We're so good at saying we don't deserve things. We're so good at closing off opportunities, shutting down channels. We mention tomorrows and future years without acknowledging the potential of the present.

If you're nurturing any ideas about anything, whether it's a creative project, what to do after graduation, where to travel, how to dress—why not now? Identify what's holding you back and then, maybe, choose now.

Self-care starts when you want it to.

Easing into colder months often means reaching more for hot drinks, fuzzy socks, and indoors. But don't let the weather alone give you permission to indulge in some self-care.

Caring for your needs—identifying them and consciously meeting them—can happen at any time, provided you give yourself permission to care for them. These bright fall days and crisp air may have more energy in your step, often a productive energy, but don't let the anxiety of production and cold mornings keep you away from what you long to do, whether that's taking a soothing bath or turn off your phone for a hot minute.

Relish possibility.

There's always potential wrapping its arms around you, even when you are most blind to it. Take this equinox—this deliberate turning away from the sun—to seek out the most unexpected potential in your life.

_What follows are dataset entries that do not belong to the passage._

"""Horizontal grids: rows and columns, where the cells lie, and whether two grids are one."""

from __future__ import annotations

from dataclasses import dataclass, field
from typing import Any

import numpy as np
import pyproj
import xarray as xr

from cropstress.errors import Fault
from cropstress.weather.units import UnitError, to_unit

#: Two grids are the same where no cell centre differs by more than this share of the cell's size: enough for
#: coordinates in float32 or with few decimals, far from any real shift.
TOLERANCE = 0.01

_NORTH_UNITS = ("degrees_north", "degree_north", "degree_n", "degrees_n", "degreen", "degreesn")
_EAST_UNITS = ("degrees_east", "degree_east", "degree_e", "degrees_e", "degreee", "degreese")
_ROW_NAMES = ("projection_y_coordinate", "grid_latitude", "latitude")
_COLUMN_NAMES = ("projection_x_coordinate", "grid_longitude", "longitude")
_PLAIN_LATITUDE, _PLAIN_LONGITUDE = ("lat", "latitude"), ("lon", "longitude")
WGS84 = "EPSG:4326"


@dataclass(frozen=True)
class Grid:
    """A horizontal grid.

    Attributes
    ----------
    row, column : str
        Names of the dimensions.
    rows, columns : numpy.ndarray of float64
        Coordinates of the cell centres, strictly rising or falling [unit of the CRS].
    coordinates : dict of str to xarray.Variable
        Everything to carry through to the output: row and column coordinates, their bounds, latitude and
        longitude.
    crs : pyproj.CRS
        Coordinate reference system.
    label : str
        The file it was read from.
    remarks : tuple of str
        What was assumed.
    """

    row: str
    column: str
    rows: np.ndarray
    columns: np.ndarray
    coordinates: dict[str, xr.Variable]
    crs: pyproj.CRS
    label: str
    remarks: tuple[str, ...] = field(default=())

    @property
    def shape(self) -> tuple[int, int]:
        """Number of rows and columns."""
        return len(self.rows), len(self.columns)

    def words(self) -> str:
        """Return its size and extent in words."""
        rows, columns = (
            f"{name} {values[0]:.6g} to {values[-1]:.6g}"
            for name, values in ((self.row, self.rows), (self.column, self.columns))
        )
        return f"{self.shape[0]} x {self.shape[1]} cells, {rows}, {columns}"


def is_north(units: object) -> bool:
    """Tell whether a unit means degrees of latitude."""
    return _plain(units) in _NORTH_UNITS


def is_east(units: object) -> bool:
    """Tell whether a unit means degrees of longitude."""
    return _plain(units) in _EAST_UNITS


def bounds_name(coordinate: xr.Variable) -> str:
    """Return the name of a coordinate's bounds, empty if it has none; xarray moves it to the encoding."""
    return str(coordinate.attrs.get("bounds") or coordinate.encoding.get("bounds") or "")


def _plain(text: object) -> str:
    return str(text).strip().lower().replace(" ", "_")


def horizontal_dimensions(dataset: xr.Dataset, dimensions: tuple[str, ...]) -> tuple[str, str] | None:
    """Return the row and the column dimension among some, or None where it cannot be told.

    A dimension is known by its coordinate's axis, standard name, unit or plain name.
    """
    kinds = {dimension: _kind(dataset, dimension) for dimension in dimensions}
    rows = [name for name, kind in kinds.items() if kind == "Y"]
    columns = [name for name, kind in kinds.items() if kind == "X"]
    if len(rows) == 1 and len(columns) == 1:
        return rows[0], columns[0]
    return None


def _kind(dataset: xr.Dataset, dimension: str) -> str | None:
    variable = dataset.variables.get(dimension)
    if variable is None:
        return None
    axis, name, units = (variable.attrs.get(key) for key in ("axis", "standard_name", "units"))
    lower = dimension.lower()
    if axis == "Y" or name in _ROW_NAMES or is_north(units) or lower in (*_PLAIN_LATITUDE, "y", "rlat"):
        return "Y"
    if axis == "X" or name in _COLUMN_NAMES or is_east(units) or lower in (*_PLAIN_LONGITUDE, "x", "rlon"):
        return "X"
    return None


def read_grid(
    dataset: xr.Dataset, name: str, row: str, column: str, label: str
) -> tuple[Grid | None, list[Fault]]:
    """Read the horizontal grid of a variable.

    Parameters
    ----------
    dataset : xarray.Dataset
        The file.
    name : str
        The variable.
    row, column : str
        Its horizontal dimensions.
    label : str
        How messages name the file.

    Returns
    -------
    Grid or None
    list of Fault
        No coordinates, coordinates out of order, no CRS, or one that cannot be read.
    """
    empty = [each for each in (row, column) if dataset.sizes[each] == 0]
    if empty:
        what = f"the grid has no cell along '{empty[0]}'"
        return None, [Fault(what, f"{label}: {empty[0]}", "Write the file anew: it holds nothing.")]
    words = [each for each in (row, column) if dataset.variables[each].dtype.kind not in "fiu"]
    if words:
        what = f"the coordinate '{words[0]}' holds no numbers"
        return None, [Fault(what, f"{label}: {words[0]}", "Write the coordinates of the grid as numbers.")]
    rows, columns = (dataset.variables[each].values.astype(np.float64) for each in (row, column))
    faults = [
        Fault(
            f"the coordinate '{each}' neither rises nor falls all the way",
            f"{label}: {each}",
            "Put the rows and columns of the grid in order, without repeats or missing values.",
        )
        for each, values in ((row, rows), (column, columns))
        if not _in_order(values)
    ]
    crs, remarks, crs_faults = _read_crs(dataset, name, row, column, label)
    faults += crs_faults
    if faults or crs is None:
        return None, faults
    coordinates = _carried(dataset, row, column, crs)
    return Grid(row, column, rows, columns, coordinates, crs, label, remarks), []


def _in_order(values: np.ndarray) -> bool:
    steps = np.diff(values)
    return bool(np.isfinite(values).all() and ((steps > 0).all() or (steps < 0).all()))


def _read_crs(
    dataset: xr.Dataset, name: str, row: str, column: str, label: str
) -> tuple[pyproj.CRS | None, tuple[str, ...], list[Fault]]:
    """Return the CRS of a variable, what was assumed about it, and what is wrong with it."""
    variable, where = dataset[name], f"{label}: {row}, {column}"
    mapping = variable.encoding.get("grid_mapping", variable.attrs.get("grid_mapping"))
    if mapping is None and "spatial_ref" in dataset.variables:
        mapping = "spatial_ref"
    units = {each: dataset.variables[each].attrs.get("units") for each in (row, column)}
    if mapping is not None:
        mapping = str(mapping).split(":")[0].split()[0]
        if mapping not in dataset.variables:
            remedy = f"Write the grid mapping variable '{mapping}' into the file, or take the attribute off."
            return None, (), [Fault(f"the grid mapping '{mapping}' is not in the file", f"{label}: {name}", remedy)]
        try:
            crs = pyproj.CRS.from_cf(dataset.variables[mapping].attrs)
        except (pyproj.exceptions.CRSError, KeyError, ValueError) as error:
            remedy = "Write a CF grid mapping or a crs_wkt that PROJ can read."
            return None, (), [Fault(f"the grid mapping cannot be read ({error})", f"{label}: {mapping}", remedy)]
        return crs, (), _scale_faults(crs, units, label)
    if is_north(units[row]) and is_east(units[column]):
        return pyproj.CRS(WGS84), (f"{label}: no CRS is given; degrees are taken as WGS 84 (EPSG:4326)",), []
    values = {each: dataset.variables[each].values for each in (row, column)}
    named = row.lower() in _PLAIN_LATITUDE and column.lower() in _PLAIN_LONGITUDE
    if named and units == {row: None, column: None} and _are_degrees(values[row], values[column]):
        taken = "taken as degrees of WGS 84 (EPSG:4326) by their names and range"
        remark = f"{label}: '{row}' and '{column}' have no units; {taken}"
        return pyproj.CRS(WGS84), (remark,), []
    what = f"no coordinate reference system is given for the coordinates '{row}' and '{column}'"
    remedy = (
        "Write a CF grid mapping into the file, or, for latitude and longitude, the units "
        '"degrees_north" and "degrees_east".'
    )
    return None, (), [Fault(what, where, remedy)]


def _are_degrees(latitude: np.ndarray, longitude: np.ndarray) -> bool:
    return bool(np.abs(latitude).max() <= 90.0 and longitude.min() >= -180.0 and longitude.max() <= 360.0)


def _scale_faults(crs: pyproj.CRS, units: dict[str, Any], label: str) -> list[Fault]:
    """Return a fault where the CRS counts metres or degrees and the coordinates something else."""
    if not crs.axis_info:
        return []
    axis = crs.axis_info[0]
    base, wanted = ("degree", 1.0) if crs.is_geographic else ("m", axis.unit_conversion_factor)
    faults = []
    for name, unit in units.items():
        if unit is None or (crs.is_geographic and (is_north(unit) or is_east(unit))):
            continue
        try:
            factor = to_unit(str(unit), base).factor
        except UnitError:
            factor = float("nan")
        if factor != wanted:
            what = f"the coordinate '{name}' is in '{unit}', but its CRS counts in {axis.unit_name}s"
            faults.append(Fault(what, f"{label}: {name}", "Write the coordinates in the unit of the CRS."))
    return faults


def _carried(dataset: xr.Dataset, row: str, column: str, crs: pyproj.CRS) -> dict[str, xr.Variable]:
    """Return the coordinates that travel with the grid, loaded, without the file's encoding."""
    chosen = {row: dataset.variables[row], column: dataset.variables[column]}
    for name in (row, column):
        bounds = bounds_name(dataset.variables[name])
        if bounds in dataset.variables and dataset.variables[bounds].shape == (dataset.sizes[name], 2):
            chosen[bounds] = dataset.variables[bounds]
    for key, variable in dataset.variables.items():
        is_place = is_north(variable.attrs.get("units")) or is_east(variable.attrs.get("units"))
        if variable.dims == (row, column) and is_place and "standard_name" in variable.attrs:
            chosen[str(key)] = variable
    carried = {
        name: xr.Variable(variable.dims, np.asarray(variable.values), dict(variable.attrs))
        for name, variable in chosen.items()
    }
    plain = crs.is_geographic and not crs.is_derived
    words = (
        (("Y", "latitude", "degrees_north"), ("X", "longitude", "degrees_east"))
        if plain
        else (("Y", "projection_y_coordinate", None), ("X", "projection_x_coordinate", None))
    )
    for name, (axis, standard_name, unit) in zip((row, column), words, strict=True):
        attributes = carried[name].attrs
        attributes.setdefault("axis", axis)
        attributes.setdefault("standard_name", standard_name)
        if unit is not None:
            attributes.setdefault("units", unit)
        attributes.pop("bounds", None)
        if bounds_name(dataset.variables[name]) in carried:
            attributes["bounds"] = bounds_name(dataset.variables[name])
    return carried


def compare(one: Grid, other: Grid) -> tuple[slice, slice] | None:
    """Return the slices of rows and columns that lay the other grid on the first, or None if none can.

    The same cells within `TOLERANCE` of a cell, in the same or the opposite order.
    """
    slices = []
    for first, second in ((one.rows, other.rows), (one.columns, other.columns)):
        if len(first) != len(second):
            return None
        limit = TOLERANCE * (np.abs(np.diff(first)).min() if len(first) > 1 else 1.0)
        if np.abs(first - second).max() <= limit:
            slices.append(slice(None))
        elif np.abs(first - second[::-1]).max() <= limit:
            slices.append(slice(None, None, -1))
        else:
            return None
    return slices[0], slices[1]


def difference(one: Grid, other: Grid, where: str) -> Fault:
    """Return the fault that two grids differ, showing both."""
    what = f"the grids differ: {one.label} has {one.words()}; {other.label} has {other.words()}"
    remedy = f"Bring both to one grid first: the same cell centres to {100.0 * TOLERANCE:g} % of a cell."
    if one.shape == other.shape and np.allclose(np.abs(one.columns - other.columns), 360.0):
        remedy = "Longitudes differ by 360 degrees: write both as -180 to 180, or both as 0 to 360."
    return Fault(what, where, remedy)
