"""What the air around a leaf does to it: boundary layer, humidity and energy."""

from __future__ import annotations

import math

from cropstress.compiled import inlined
from cropstress.leaf.responses import ZERO_CELSIUS

AIR_HEAT_CAPACITY = 29.3  # J mol-1 K-1; Campbell & Norman 1998 (from memory)
EVAPORATION_HEAT = 44100.0  # J mol-1; Campbell & Norman 1998 (from memory)
LEAF_EMISSIVITY = 0.97  # 1; Campbell & Norman 1998 (from memory)
STEFAN_BOLTZMANN = 5.67e-8  # W m-2 K-4
VAPOUR_TO_CO2_STOMATA = 1.6  # 1; ratio of diffusivities (from memory)
VAPOUR_TO_CO2_BOUNDARY = 1.37  # 1; the same to the power 2/3 (from memory)
SMALLEST_STOMATAL_DEFICIT = 0.05  # kPa, chosen here: the stomatal law grows without bound at 0
SMALLEST_WIND = 0.5  # m s-1, chosen here: forced convection only
_OUTDOORS_BOTH_SIDES = 2.0 * 1.4  # two sides x turbulence of outdoor air; Campbell & Norman 1998
_CHARACTERISTIC_SHARE = 0.72  # of leaf width; Campbell & Norman 1998


@inlined
def heat_conductance(wind: float, leaf_width: float) -> float:
    """Return the boundary-layer conductance to heat [mol m-2 s-1], both sides; Campbell & Norman 1998, T. 7.6."""
    return _OUTDOORS_BOTH_SIDES * 0.135 * math.sqrt(max(wind, SMALLEST_WIND) / (_CHARACTERISTIC_SHARE * leaf_width))


@inlined
def vapour_conductance(wind: float, leaf_width: float) -> float:
    """Return the boundary-layer conductance to vapour [mol m-2 s-1], both sides; Campbell & Norman 1998, T. 7.6."""
    return _OUTDOORS_BOTH_SIDES * 0.147 * math.sqrt(max(wind, SMALLEST_WIND) / (_CHARACTERISTIC_SHARE * leaf_width))


@inlined
def radiative_conductance(air_temperature: float) -> float:
    """Return 4 emissivity sigma T3 / cp [mol m-2 s-1], both sides."""
    kelvin = air_temperature + ZERO_CELSIUS
    return 8.0 * LEAF_EMISSIVITY * STEFAN_BOLTZMANN * kelvin * kelvin * kelvin / AIR_HEAT_CAPACITY


@inlined
def energy_surplus(
    leaf_temperature: float,
    air_temperature: float,
    deficit: float,
    net_radiation: float,
    sensible_conductance: float,
    vapour_conductance: float,
    inverse_pressure: float,
) -> float:
    """Return absorbed minus lost energy of a leaf [W m-2]; zero at its temperature."""
    sensible = AIR_HEAT_CAPACITY * sensible_conductance * (leaf_temperature - air_temperature)
    return net_radiation - sensible - EVAPORATION_HEAT * vapour_conductance * deficit * inverse_pressure


@inlined
def dew_point(vapour_pressure: float) -> float:
    """Return the dew point [degC] of a vapour pressure [kPa]; FAO-56 Eq. 3-11, the inverse of Eq. 11."""
    logarithm = math.log(vapour_pressure / 0.6108)
    return 237.3 * logarithm / (17.27 - logarithm)
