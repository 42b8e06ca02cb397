"""From files to the canonical dataset: the order of the steps, and all faults in one list."""

from __future__ import annotations

from collections.abc import Mapping
from dataclasses import dataclass, field, replace
from pathlib import Path
from typing import Any

import numpy as np
import xarray as xr

from cropstress.errors import Fault, InputError
from cropstress.weather.canonical import ORDER, credit, empty_dataset, variable
from cropstress.weather.damage import READING, damage_faults
from cropstress.weather.humidity import WORDS, pressure_from_elevation, vapour_pressure
from cropstress.weather.inspect import inspect
from cropstress.weather.layers import Layer, calendar_faults, make_layer, on_days, on_grid
from cropstress.weather.location import cell_latitude_longitude
from cropstress.weather.open import Names, OpenFile, find_files, find_one_file, open_files
from cropstress.weather.quantities import HUMIDITY, HUMIDITY_WAYS, QUANTITIES
from cropstress.weather.recognise import (
    Override,
    Recognised,
    looked_for,
    no_elevation,
    read_overrides,
    recognise,
)
from cropstress.weather.times import gap_words

#: What cannot be computed without each; with tmax and tmin alone the counts of hot days and nights still can.
_NEEDS_LIGHT_AND_HUMIDITY = (
    "assimilation, both losses and their causes, leaf temperatures and hot-leaf days, dry-air days and the mean "
    "vapour pressure deficit"
)


@dataclass(frozen=True)
class FoundVariable:
    """What one canonical variable was made of.

    Attributes
    ----------
    canonical : str
        Its name in the canonical dataset.
    quantity : str
        What the files hold: the same, or the kind of humidity it was computed from.
    files : tuple of str
        Labels of the files, in the order of time.
    name : str
        Its name in the files.
    reason : str
        Why it was chosen.
    unit : str
        Unit in the files, or as the run file says.
    conversion : str
        What was done to it, in words.
    sample_range : (float, float)
        Lowest and highest value on the days looked at [canonical unit of the quantity].
    calendar : str
        Calendar of the files; empty for what does not change in time.
    step : str
        Step of the files; empty for what does not change in time.
    """

    canonical: str
    quantity: str
    files: tuple[str, ...]
    name: str
    reason: str
    unit: str
    conversion: str
    sample_range: tuple[float, float]
    calendar: str
    step: str


@dataclass(frozen=True)
class Weather:
    """Daily weather, checked.

    Attributes
    ----------
    dataset : xarray.Dataset
        The canonical dataset, lazy: see `open_weather`.
    found : list of FoundVariable
        What each variable was made of.
    remarks : list of str
        What was assumed, chosen or left out.
    not_computed : list of str
        What cannot be computed from these files, and why.
    paths : tuple of Path
        The files that are used.
    """

    dataset: xr.Dataset
    found: list[FoundVariable]
    remarks: list[str]
    not_computed: list[str]
    paths: tuple[Path, ...]


@dataclass
class _Work:
    """What is known so far."""

    layers: dict[str, Layer] = field(default_factory=dict)
    faults: list[Fault] = field(default_factory=list)
    remarks: list[str] = field(default_factory=list)
    not_computed: list[str] = field(default_factory=list)
    way: tuple[str, ...] | None = None


def open_weather(files: Names, variables: Mapping[str, Any] | None = None) -> xr.Dataset:
    """Open daily weather grids as the canonical dataset.

    Parameters
    ----------
    files : str, path or iterable of them
        NetCDF files or patterns; each variable may be in any number of files, one after another in time.
    variables : mapping of str to mapping, optional
        What the files do not say: by quantity, `name`, `unit`, `cell_method`, `height`.

    Returns
    -------
    xarray.Dataset
        Lazy, on the files' own chunks, with the dimensions time, rows and columns (names, order and
        coordinates of the files) and the CRS as `spatial_ref`: `tmax`, `tmin` [degC] and, where there,
        `vapour_pressure` [kPa], `radiation` [MJ m-2 d-1], `wind` [m s-1, at 2 m], `pressure` [kPa], `rain`
        [mm d-1], all (time, Y, X), and `elevation` [m] (Y, X). Every day of the period is there; missing ones
        are NaN.

    Raises
    ------
    InputError
        With everything that is wrong with any file.
    """
    return read_weather(files, variables).dataset


def read_weather(
    files: Names,
    variables: Mapping[str, Any] | None = None,
    base: str | Path | None = None,
    elevation: Mapping[str, str] | str | None = None,
) -> Weather:
    """Open daily weather grids, with an account of what was found.

    Parameters
    ----------
    files : str, path or iterable of them
        NetCDF files or patterns.
    variables : mapping of str to mapping, optional
        By quantity: `name`, `unit`, `cell_method`, `height`.
    base : str or Path, optional
        The folder relative names start from; the current one by default.
    elevation : str or mapping, optional
        A file of elevation, or its `file` and `name`, where it is not among the files.

    Returns
    -------
    Weather

    Raises
    ------
    InputError
        With everything that is wrong with any file.
    """
    folder = None if base is None else Path(base)
    work = _Work()
    overrides, faults = read_overrides(variables)
    work.faults += faults
    paths, faults = find_files(files, folder)
    work.faults += faults
    files_missing = bool(faults)
    elevation_path = None
    if elevation is not None:
        said = {"file": elevation} if isinstance(elevation, str) else dict(elevation)
        elevation_path, faults = find_one_file(said["file"], folder)
        work.faults += faults
        paths += [elevation_path] if elevation_path is not None and elevation_path not in paths else []
        if "name" in said:
            overrides["elevation"] = replace(overrides.get("elevation", Override()), name=said["name"])
    opened, faults = open_files(paths, folder)
    work.faults += faults
    if not opened:
        raise InputError(work.faults)
    recognised = recognise(opened, overrides)
    # what may be in a file that could not be found or opened is not called missing
    work.faults += recognised.faults + ([] if files_missing or faults else recognised.missing)
    work.remarks += recognised.remarks
    work.faults += no_elevation(recognised, [file for file in opened if file.path == elevation_path])
    _make_layers(recognised, overrides, work)
    _lay_together(work)
    dataset, found = _build(work, recognised)
    if work.faults or dataset is None:
        raise InputError(_each_once(work.faults))
    used = {file.path: file for layer in work.layers.values() for file in layer.match.files}
    dataset.attrs |= credit(used.values())
    dataset.set_close(_Closing(opened))
    remarks = list(dict.fromkeys(work.remarks))
    return Weather(dataset, found, remarks, work.not_computed, tuple(used))


class _Closing:
    """Closes the files of a dataset."""

    def __init__(self, files: list[OpenFile]) -> None:
        self.files = files

    def __call__(self) -> None:
        for file in self.files:
            file.dataset.close()


def _each_once(faults: list[Fault]) -> list[Fault]:
    return list(dict.fromkeys(faults))


def _make_layers(recognised: Recognised, overrides: Mapping[str, Override], work: _Work) -> None:
    """Turn what was recognised into layers, of humidity only what the best way needs."""
    work.way = _way_to_humidity(recognised, overrides, work)
    unused = set(HUMIDITY) - set(work.way or ())
    for name, match in recognised.matches.items():
        if name in unused:
            continue
        layer, faults = make_layer(match)
        if faults and match.quantity.is_spare and name not in overrides:
            work.remarks += [f"{fault.where}: left out ({fault.what})" for fault in faults]
            continue
        work.faults += faults
        if layer is not None:
            work.layers[name] = layer
            work.remarks += layer.remarks


def _way_to_humidity(
    recognised: Recognised, overrides: Mapping[str, Override], work: _Work
) -> tuple[str, ...] | None:
    """Choose from what the vapour pressure is computed; what the run file names goes first."""
    there = [name for name in HUMIDITY if name in recognised.matches]
    named = [name for name in there if name in overrides]
    chosen = next((way for way in HUMIDITY_WAYS if set(way) <= set(named)), None)
    chosen = chosen or next((way for way in HUMIDITY_WAYS if set(way) <= set(there)), None)
    if chosen is not None:
        others = [f"'{recognised.matches[name].name}' ({name})" for name in there if name not in chosen]
        if others:
            taken = " and ".join(f"'{recognised.matches[name].name}'" for name in chosen)
            work.remarks.append(f"humidity is taken from {taken}; not used: {', '.join(others)}")
    return chosen


def _lay_together(work: _Work) -> None:
    """Bring all layers to one grid, one calendar and one run of days without gaps."""
    if not work.layers:
        return
    order = sorted(work.layers.values(), key=lambda layer: layer.days is None)
    grid = order[0].grid
    for name, layer in list(work.layers.items()):
        laid, faults = on_grid(layer, grid)
        work.faults += faults
        if laid is None:
            del work.layers[name]
            continue
        work.remarks += laid.remarks[len(layer.remarks) :]
        work.layers[name] = laid
    timed = [layer for layer in work.layers.values() if layer.days is not None]
    faults = calendar_faults(timed)
    work.faults += faults
    if timed and not faults:
        _lay_on_days(timed, work)


def _lay_on_days(timed: list[Layer], work: _Work) -> None:
    axes = {layer.quantity.name: layer.days for layer in timed if layer.days is not None}
    first, last = max(days.first for days in axes.values()), min(days.last for days in axes.values())
    if first > last:
        periods = "; ".join(f"{work.layers[name].where} {days.period()}" for name, days in axes.items())
        remedy = "Name files of the same period."
        work.faults.append(Fault(f"the variables have no day in common: {periods}", "weather.files", remedy))
        for name in axes:
            del work.layers[name]
        return
    for name, days in axes.items():
        layer = work.layers[name]
        gaps = gap_words(days)
        if gaps:
            work.remarks.append(f"{layer.where}: {gaps}; counted as missing, not filled")
        if (days.first, days.last) != (first, last):
            used = f"{days.words(first)} to {days.words(last)}"
            work.remarks.append(
                f"{layer.where}: holds {days.period()}; used is what all variables have, {used}"
            )
        work.layers[name] = on_days(layer, first, last)


def _build(work: _Work, recognised: Recognised) -> tuple[xr.Dataset | None, list[FoundVariable]]:
    """Put the layers together, look at a few days, and make the canonical dataset."""
    timed = [layer for layer in work.layers.values() if layer.days is not None]
    if not timed or calendar_faults(timed):
        return None, []
    grid, days = timed[0].grid, timed[0].days
    assert days is not None
    frame = empty_dataset(grid, days)
    latitude, _ = cell_latitude_longitude(frame)
    way = _usable_way(work)
    constant = _constant_pressure(way, work.layers)
    humidity = None if way is None else lambda sample: vapour_pressure(way, {**constant, **sample})
    try:
        inspection = inspect(work.layers, latitude, humidity, frame["time"].dt.dayofyear.values)
    except READING:
        layers = work.layers.values()
        damage = damage_faults((file, layer.match.name) for layer in layers for file in layer.match.files)
        if not damage:
            raise
        work.faults += damage
        return None, []
    work.faults += inspection.faults
    if work.faults:
        return None, []
    _note_not_computed(work, recognised)
    lazy = {name: layer.data for name, layer in work.layers.items()}
    arrays = {name: data for name, data in lazy.items() if name not in HUMIDITY}
    if way is not None:
        arrays["vapour_pressure"] = vapour_pressure(way, {**constant, **lazy})
    dataset = frame.assign({name: variable(name, array, grid) for name, array in arrays.items()})
    dataset = dataset[[name for name in ORDER if name in arrays]]
    return dataset, _found(work, inspection.ranges)


def _usable_way(work: _Work) -> tuple[str, ...] | None:
    """Return the way to the vapour pressure where all it needs is there."""
    way = work.way
    if way is None or not {*way, "tmax", "tmin"} <= set(work.layers):
        return None
    if way == ("specific_humidity",) and not {"pressure", "elevation"} & set(work.layers):
        what = "vapour pressure cannot be computed from specific humidity without air pressure or elevation"
        remedy = "Add a file of surface air pressure or of elevation (standard name surface_altitude)."
        work.faults.append(Fault(what, work.layers["specific_humidity"].where, remedy))
        return None
    return way


def _constant_pressure(way: tuple[str, ...] | None, layers: Mapping[str, Layer]) -> dict[str, np.ndarray]:
    """Return the pressure at the elevation (FAO-56 Eq. 7) where the way needs one and the files give none."""
    if way != ("specific_humidity",) or "pressure" in layers:
        return {}
    return {"pressure": pressure_from_elevation(layers["elevation"].data.compute())}


def _note_not_computed(work: _Work, recognised: Recognised) -> None:
    """Say what cannot be computed, what was looked for and what was found instead."""
    if "radiation" not in work.layers:
        looked = looked_for(QUANTITIES["radiation"])
        near = _near_words(recognised, ("radiation",))
        work.not_computed.append(f"{_NEEDS_LIGHT_AND_HUMIDITY}: no radiation was found; looked for {looked}{near}")
    if work.way is None:
        names = dict.fromkeys(name for each in HUMIDITY for name in QUANTITIES[each].standard_names)
        looked = f"the standard names {', '.join(names)}"
        near = _near_words(recognised, HUMIDITY)
        work.not_computed.append(f"{_NEEDS_LIGHT_AND_HUMIDITY}: no humidity was found; looked for {looked}{near}")


def _near_words(recognised: Recognised, names: tuple[str, ...]) -> str:
    near = dict.fromkeys(each for name in names for each in recognised.near.get(name, []))
    left_out = [name for name in names if name in recognised.left_out]
    words = f"; not taken: {', '.join(near)}" if near else ""
    return words + (f"; left out by the run file: {', '.join(left_out)}" if left_out else "")


def _found(work: _Work, ranges: Mapping[str, tuple[float, float]]) -> list[FoundVariable]:
    found = []
    for name, layer in work.layers.items():
        canonical = "vapour_pressure" if name in HUMIDITY else name
        conversion = layer.conversion
        if name in HUMIDITY and name != "vapour_pressure" and work.way is not None:
            conversion = f"{conversion}; then {WORDS[work.way]}"
        found.append(
            FoundVariable(
                canonical,
                name,
                tuple(file.label for file in layer.match.files),
                layer.match.name,
                layer.match.reason,
                layer.unit,
                conversion,
                ranges[name],
                "" if layer.days is None else layer.days.calendar,
                "" if layer.days is None else "1 day",
            )
        )
    return sorted(found, key=lambda each: ORDER.index(each.canonical))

Where are there holes of possibility? Where can you fill them? How might you be closing yourself off to newness and change?

To hell with it.

Fall is not the time for convention or giving in to others' desires. Nor is it the time for perfection. Fall is the time of kicking up leaves and watching a favorite series on Netflix. It's the time of lingering longer than you feel you should.

Don't get caught up in the monkey mind—let loose. Your heart will thank you.